# Who is going to the Running Bear???



## BowWhisper (Mar 2, 2010)

Me and another fellow archer plan on being there missed last years need to make it up this year


----------



## CLASSICHUNTER (May 20, 2005)

sorry not this year going fishing


----------



## Robert Piette (Mar 21, 2012)

I will be there with my father and son.


----------



## GWN_Nuge (Oct 1, 2004)

Tink and I are heading up for the weekend... yeehaw


----------



## steely5 (Dec 6, 2008)

6 of us heading up from Ottawa,gatineau never been, looks like a fun,challenging shoot


----------



## crkelly (Mar 17, 2011)

Larry and I will be there.


----------



## crazymoose (May 17, 2005)

Will have to pass this year, have fun!!!


----------



## hotwheels (Dec 5, 2006)

It just won't be the same without u moose


----------



## crazymoose (May 17, 2005)

Hey Tinker, have a beer or two for me and don't forget to save one for Rick Marchand too!!!:cheers:


----------



## hotwheels (Dec 5, 2006)

Holy cow ill drink a dozen for ya bud


----------



## buttnbuck (Aug 6, 2013)

good luck Tinker and Nuge, shoot'em in the soft spot:shade:


----------



## hotwheels (Dec 5, 2006)

Thx Butt I may have another doz for u

Ps you need to seriously think about this shoot for next year!!


----------



## rdneckhillbilly (Jan 25, 2010)

What a great time!
Little bit of a shower Friday night and then nothing but beautiful weather.
Thanks to all involved for putting together such a memorable shoot.
Very well organized, peer grouped on the Sunday, challenging course and amazing dinner on Saturday night.
Nice to meet some new people and put some faces to names.
Looking forward to attending again next year.

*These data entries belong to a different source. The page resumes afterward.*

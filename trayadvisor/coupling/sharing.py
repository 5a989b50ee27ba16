"""Current sharing between parallel conductors of one phase, from the impedance matrix.

Model (per metre of run, one solve per frequency component, all circuits jointly):

- Every conductor i has the series impedance Z_ij = R_i δ_ij + jω (μ0/2π) ln(1/d_ij), with
  ln(1/GMR_i) on the diagonal (:func:`trayadvisor.coupling.inductance.gmr_m`).
- A *phase group* is the conductors of one circuit with one phase label (not PE, not
  signal) that have no explicit ``current_a``. Groups of two or more are *parallel groups*;
  their currents are the unknowns, all other conductors keep the currents of
  :func:`trayadvisor.engine.layout_sources` (equal shares, explicit values, neutral
  returns).
- Parallel conductors of a group are joined at both ends, so they share one voltage drop
  U_g, and their currents sum to the group's current (the circuit's phase current, fixed).
- The currents of every other conductor in the tray induce voltage in each group (all
  circuits are solved jointly, every group's total fixed). A group is solved at its own
  circuit's components only (the fundamental and its harmonics; DC for dc circuits): the
  circulating current another circuit's harmonic would induce in it at a frequency its own
  circuit does not carry is left out, as :func:`trayadvisor.engine.layout_sources` carries
  none.

The arbitrary length reference of ln(1/d) adds the same voltage to every conductor, which the
unknown U_g absorb: the currents do not depend on it.

R' = ρ20 (1 + α20 (θ − 20 °C)) / A, DC resistance only (skin and proximity effect are left
out). A group with a conductor without ``area_mm2`` is solved reactance-only (R' = 0) and is
flagged; at DC such a group shares equally.
"""

from __future__ import annotations

from collections.abc import Sequence
from dataclasses import dataclass

import numpy as np

from trayadvisor.coupling.inductance import gmr_m, log_distance_matrix
from trayadvisor.engine import layout_sources
from trayadvisor.engine.units import K_LINE, MM, MM2
from trayadvisor.model import MATERIALS, Layout

#: Conductor temperature for R' unless the caller states one: 90 °C, the maximum continuous
#: operating temperature of XLPE/EPR insulated cables (common practice).
DEFAULT_TEMPERATURE_C: float = 90.0
#: Material assumed when a conductor gives ``area_mm2`` but no ``material``.
DEFAULT_MATERIAL = "copper"


def resistance_per_m(area_mm2: np.ndarray | float, material: str | Sequence[str],
                     temperature_c: float = DEFAULT_TEMPERATURE_C) -> np.ndarray:
    """DC resistance per metre of a conductor from its area, material and temperature.

    Parameters
    ----------
    area_mm2 : float or (n,) float
        Conductor cross-sectional area, mm².
    material : str or sequence of str, length n
        A key of :data:`trayadvisor.model.MATERIALS`.
    temperature_c : float
        Conductor temperature, °C.

    Returns
    -------
    (n,) or () float
        R' in Ω/m.

    Notes
    -----
    R' = ρ20 [1 + α20 (θ − 20)] / A.

    References
    ----------
    IEC 60287-1-1, clause 2.1.1 (DC resistance at operating temperature); resistivities and
    α20 of IEC 60228 as held in :data:`trayadvisor.model.MATERIALS`.
    """
    mats = [material] if isinstance(material, str) else list(material)
    rho = np.array([MATERIALS[m][0] for m in mats], dtype=float)
    alpha = np.array([MATERIALS[m][1] for m in mats], dtype=float)
    r = rho * (1.0 + alpha * (float(temperature_c) - 20.0)) / (np.asarray(area_mm2) * MM2)
    return r[0] if isinstance(material, str) and np.ndim(area_mm2) == 0 else r


@dataclass(frozen=True)
class GroupMeta:
    circuit: str
    phase: str
    members: tuple[int, ...]  # conductor indices (layout order)
    order: int  # frequency component reported: 1, or 0 for dc circuits
    reactance_only: bool


@dataclass(frozen=True)
class SharingPlan:
    """Everything of a sharing solve that does not depend on conductor positions."""

    orders: np.ndarray  # (H,) int
    omega: np.ndarray  # (H,) rad/s
    base: np.ndarray  # (H, n) complex, currents with equal shares
    free: np.ndarray  # (nf,) int conductor indices of parallel-group members, group-sorted
    fixed: np.ndarray  # (nk,) int the others
    group_of_free: np.ndarray  # (nf,) int group number of each free conductor
    starts: np.ndarray  # (G,) int first position of each group in ``free``
    totals: np.ndarray  # (H, G) complex group currents
    r_ac: np.ndarray  # (nf,) Ω/m used at ω > 0 (0 for reactance-only groups)
    r_dc: np.ndarray  # (nf,) Ω/m used at ω = 0 (1 for reactance-only groups: equal shares)
    gmr: np.ndarray  # (n,) m
    gmr_from_area: np.ndarray  # (n,) bool
    resistance: np.ndarray  # (n,) Ω/m, NaN without area
    report_row: np.ndarray  # (G,) int row of ``orders`` reported per group
    inactive: np.ndarray  # (H, nf + G) bool rows of the system fixed to zero (group idle at h)
    groups: tuple[GroupMeta, ...]
    temperature_c: float


def sharing_plan(layout: Layout, temperature_c: float = DEFAULT_TEMPERATURE_C) -> SharingPlan:
    """Precompute the position-independent part of :func:`solve_sharing`."""
    cons = layout.conductors
    src = layout_sources(layout)
    systems = {c.name: c.system for c in layout.circuits}
    members: dict[tuple[str, str], list[int]] = {}
    for i, c in enumerate(cons):
        if systems.get(c.circuit) in (None, "signal") or c.phase == "PE" \
                or c.current_a is not None:
            continue
        members.setdefault((c.circuit, c.phase), []).append(i)
    area = np.array([c.area_mm2 if c.area_mm2 is not None else np.nan for c in cons], float)
    has_area = np.isfinite(area)
    resistance = np.full(len(cons), np.nan)
    if has_area.any():
        mats = [cons[i].material or DEFAULT_MATERIAL for i in np.flatnonzero(has_area)]
        resistance[has_area] = resistance_per_m(area[has_area], mats, temperature_c)
    orders = src.orders
    groups: list[GroupMeta] = []
    own: dict[str, set[int]] = {
        c.name: {0} if c.system == "dc" else {1, *(h for h, f in c.harmonics if f > 0)}
        for c in layout.circuits}
    for (circ, phase), idx in members.items():
        if len(idx) < 2:
            continue
        order = 0 if systems[circ] == "dc" else 1
        groups.append(GroupMeta(circ, phase, tuple(idx), order,
                                not bool(has_area[idx].all())))
    free = np.array([i for g in groups for i in g.members], dtype=int)
    gof = np.array([k for k, g in enumerate(groups) for _ in g.members], dtype=int)
    sizes = np.array([len(g.members) for g in groups], dtype=int)
    starts = np.concatenate([[0], np.cumsum(sizes)[:-1]]).astype(int) if groups else \
        np.zeros(0, int)
    fixed = np.setdiff1d(np.arange(len(cons)), free)
    g_count = len(groups)
    totals = np.zeros((orders.size, g_count), dtype=complex)
    np.add.at(totals, (slice(None), gof), src.currents[:, free])
    ro = np.array([g.reactance_only for g in groups], dtype=bool)
    r_free = np.nan_to_num(resistance[free]) if free.size else np.zeros(0)
    r_ac = np.where(ro[gof], 0.0, r_free) if free.size else r_free
    r_dc = np.where(ro[gof], 1.0, r_free) if free.size else r_free
    row_of = {int(h): k for k, h in enumerate(orders)}
    report_row = np.array([row_of.get(g.order, 0) for g in groups], dtype=int)
    active = np.array([[int(h) in own[g.circuit] for g in groups] for h in orders],
                      dtype=bool).reshape(orders.size, g_count)
    inactive = ~np.concatenate([active[:, gof], active], axis=1)
    gmr, from_area = gmr_m(layout)
    return SharingPlan(
        orders=orders, omega=2.0 * np.pi * src.frequency_hz, base=src.currents, free=free,
        fixed=fixed, group_of_free=gof, starts=starts, totals=totals, r_ac=r_ac, r_dc=r_dc,
        gmr=gmr, gmr_from_area=from_area, resistance=resistance, report_row=report_row,
        inactive=inactive, groups=tuple(groups), temperature_c=float(temperature_c),
    )


def solve_plan(plan: SharingPlan, xy_m: np.ndarray) -> np.ndarray:
    """Solved currents of every conductor at every component, for conductor centres ``xy_m``.

    Parameters
    ----------
    plan : SharingPlan
    xy_m : (..., n, 2) float
        Conductor centres, m (layout order); leading axes are a batch of arrangements.

    Returns
    -------
    (..., H, n) complex
        RMS phasors, A: ``plan.base`` with the parallel-group members replaced.

    Notes
    -----
    For the free conductors f (parallel-group members, grouped by the incidence matrix E)
    and the fixed ones k, one batched solve over arrangements and components h of

        [ Z_ff   −E ] [ I_f ]   [ −Z_fk I_k ]
        [ Eᵀ      0 ] [ U   ] = [  I_group  ],   Z = R + jω (μ0/2π) (−Λ),

    Λ = ln distances (ln GMR on the diagonal). At ω = 0 only R remains.
    References: Grover, *Inductance Calculations*, 1946 (self and mutual per metre).
    """
    xy = np.asarray(xy_m, dtype=float)
    batch = xy.shape[:-2]
    h = plan.orders.size
    out = np.broadcast_to(plan.base, (*batch, *plan.base.shape)).copy()
    nf, g_count = plan.free.size, plan.starts.size
    if nf == 0:
        return out
    lam = log_distance_matrix(xy, plan.gmr)  # (..., n, n)
    x_ff = -K_LINE * lam[..., plan.free[:, None], plan.free[None, :]]
    x_fk = -K_LINE * lam[..., plan.free[:, None], plan.fixed[None, :]]
    n_sys = nf + g_count
    a = np.zeros((*batch, h, n_sys, n_sys), dtype=complex)
    a[..., :nf, :nf] = 1j * plan.omega[:, None, None] * x_ff[..., None, :, :]
    dc = plan.omega == 0.0
    diag = np.arange(nf)
    a[..., diag, diag] += np.where(dc[:, None], plan.r_dc[None, :], plan.r_ac[None, :])
    a[..., diag, nf + plan.group_of_free] = -1.0
    a[..., nf + plan.group_of_free, diag] = 1.0
    rhs = np.zeros((*batch, h, n_sys), dtype=complex)
    i_k = plan.base[:, plan.fixed]  # (H, nk)
    rhs[..., :nf] = -1j * plan.omega[:, None] * (i_k @ np.swapaxes(x_fk, -1, -2))
    rhs[..., nf:] = plan.totals
    hs, rows = np.nonzero(plan.inactive)  # idle rows: I = 0 (members), U = 0 (group)
    if hs.size:
        a[..., hs, rows, :] = 0.0
        a[..., hs, rows, rows] = 1.0
        rhs[..., hs, rows] = 0.0
    sol = np.linalg.solve(a, rhs[..., None])[..., 0]
    out[..., plan.free] = sol[..., :nf]
    return out


def group_imbalance_pct(plan: SharingPlan, currents: np.ndarray) -> np.ndarray:
    """(max |I| − min |I|) / mean |I| × 100 of each parallel group, (..., G) float.

    ``currents`` is (..., H, n) from :func:`solve_plan`. Evaluated at each group's reported
    component (fundamental; DC for dc circuits); 0 for a group carrying no current; NaN when
    the solve has no answer (coincident conductors).
    """
    if plan.free.size == 0:
        return np.zeros((*currents.shape[:-2], 0))
    mag = np.abs(currents[..., plan.report_row[plan.group_of_free], plan.free])
    hi = np.maximum.reduceat(mag, plan.starts, axis=-1)
    lo = np.minimum.reduceat(mag, plan.starts, axis=-1)
    sizes = np.diff(np.append(plan.starts, plan.free.size))
    mean = np.add.reduceat(mag, plan.starts, axis=-1) / sizes
    safe = np.where(mean > 0.0, mean, 1.0)
    out = np.where(mean > 0.0, (hi - lo) / safe * 100.0, 0.0)
    return np.where(np.isfinite(mean), out, np.nan)


@dataclass(frozen=True)
class ConductorShare:
    """One parallel conductor's solved current at its group's reported component."""

    conductor: str
    circuit: str
    phase: str
    current: complex  # RMS phasor, A
    current_a: float  # |current|
    angle_deg: float
    share_pct: float  # |I| / |I_group| × 100
    current_rms_a: float  # all components, root-sum-square


@dataclass(frozen=True)
class GroupFigure:
    """A parallel group: circuit, phase, members, group current and imbalance."""

    circuit: str
    phase: str
    conductors: tuple[str, ...]
    current_a: float  # |group current| at the reported component
    order: int
    imbalance_pct: float
    reactance_only: bool


@dataclass(frozen=True)
class SharingResult:
    """Solved current sharing of a layout (see module notes).

    ``currents`` holds every conductor (layout order) at every component ``orders``; only the
    parallel-group members differ from the equal shares.
    """

    names: tuple[str, ...]
    orders: np.ndarray  # (H,) int
    currents: np.ndarray  # (H, n) complex
    shares: tuple[ConductorShare, ...]
    groups: tuple[GroupFigure, ...]
    temperature_c: float
    reactance_only: bool  # some parallel group was solved without R'
    gmr_from_overall: tuple[str, ...]  # parallel conductors whose GMR used the overall radius

    def overrides(self) -> dict[int, dict[str, complex]]:
        """Solved currents as :func:`trayadvisor.engine.currents.layout_sources` ``overrides``."""
        members = [s.conductor for s in self.shares]
        if not members:
            return {}
        idx = [self.names.index(n) for n in members]
        return {int(h): dict(zip(members, (complex(v) for v in self.currents[k, idx]),
                                 strict=True))
                for k, h in enumerate(self.orders)}


def solve_sharing(layout: Layout,
                  temperature_c: float = DEFAULT_TEMPERATURE_C) -> SharingResult:
    """Current sharing between parallel conductors of every phase of the layout.

    Parameters
    ----------
    layout : Layout
    temperature_c : float
        Conductor temperature for R', °C (default :data:`DEFAULT_TEMPERATURE_C`).

    Returns
    -------
    SharingResult

    Notes
    -----
    See the module notes and :func:`solve_plan`. Imbalance of a group:
    (max |I| − min |I|) / mean |I| × 100.

    References
    ----------
    F. W. Grover, *Inductance Calculations*, 1946; IEC 60287-1-1 (R' at temperature).
    """
    plan = sharing_plan(layout, temperature_c)
    xy = np.array([[c.x_mm, c.y_mm] for c in layout.conductors], float).reshape(-1, 2) * MM
    cur = solve_plan(plan, xy)
    imb = group_imbalance_pct(plan, cur)
    cons = layout.conductors
    rss = np.sqrt(np.sum(np.abs(cur) ** 2, axis=0))
    shares: list[ConductorShare] = []
    groups: list[GroupFigure] = []
    for k, g in enumerate(plan.groups):
        row = plan.report_row[k]
        total = abs(plan.totals[row, k])
        for i in g.members:
            v = complex(cur[row, i])
            shares.append(ConductorShare(
                cons[i].name, g.circuit, g.phase, v, abs(v), float(np.angle(v, deg=True)),
                abs(v) / total * 100.0 if total > 0 else 0.0, float(rss[i])))
        groups.append(GroupFigure(g.circuit, g.phase, tuple(cons[i].name for i in g.members),
                                  float(total), g.order, float(imb[k]), g.reactance_only))
    overall = tuple(cons[i].name for i in plan.free if not plan.gmr_from_area[i])
    return SharingResult(
        names=tuple(c.name for c in cons), orders=plan.orders, currents=cur,
        shares=tuple(shares), groups=tuple(groups), temperature_c=plan.temperature_c,
        reactance_only=any(g.reactance_only for g in plan.groups), gmr_from_overall=overall,
    )


def sharing_overrides(
    layout: Layout, temperature_c: float = DEFAULT_TEMPERATURE_C,
) -> dict[int, dict[str, complex]]:
    """Solved currents of the parallel conductors, ``{order: {conductor name: phasor (A)}}``.

    The shape :func:`trayadvisor.engine.layout_sources` accepts as ``overrides``; empty when
    the layout has no parallel conductors.
    """
    return solve_sharing(layout, temperature_c).overrides()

By the way...whoever lost $10 and a d-loop in the camping area....I have it. LOL!!!
Team Tinker!!!

Some pictures...









Can you spot the deer?









Bonfire Saturday


----------



## hotwheels (Dec 5, 2006)

i c the deer!!!!


----------



## CLASSICHUNTER (May 20, 2005)

how many shooters they usually have like 145?????


----------



## GWN_Nuge (Oct 1, 2004)

I think the attendance was a bit over a hundred Ted. Awesome weather and a blast as always


----------



## CLASSICHUNTER (May 20, 2005)

always a great shoot sorry I couldn`t make it maybe next year


----------



## JDoupe (Dec 9, 2006)

A couple of pics from this past week end.

Great shooting with Francis and Tinker!

It was good to see friends and meet some new people!

Great week end!


----------



## rmarchand (Aug 15, 2013)

ha! finally after two years of creeping, finally changed my name and password after losing it then.
Had a great time as always at the running bear. Garry just keeps on being a great sport, he wore the bonnett well.
Nuge had to sabotage my bow I beleive on Sunday so I would beat him...oh well maybe next year ;-)


----------



## hotwheels (Dec 5, 2006)

I had a blast at this shoot as usual
Thanks for posting the pics and the kind words jay
I had a good day for sure just wish the x wasn't moving so much lol


Already looking forward to nest year
Tink


----------



## GWN_Nuge (Oct 1, 2004)

JUH said:


> ha! finally after two years of creeping, finally changed my name and password after losing it then.
> Had a great time as always at the running bear. Garry just keeps on being a great sport, he wore the bonnett well.
> Nuge had to sabotage my bow I beleive on Sunday so I would beat him...oh well maybe next year ;-)




It was good shooting with you Rick... never a dull moment lol! Sucks about the breakdown though and I never had a doubt in my mind that you'd kick my tail that day


----------



## crkelly (Mar 17, 2011)

Was talking to the girl from registration and was told 122 shooters in total.


----------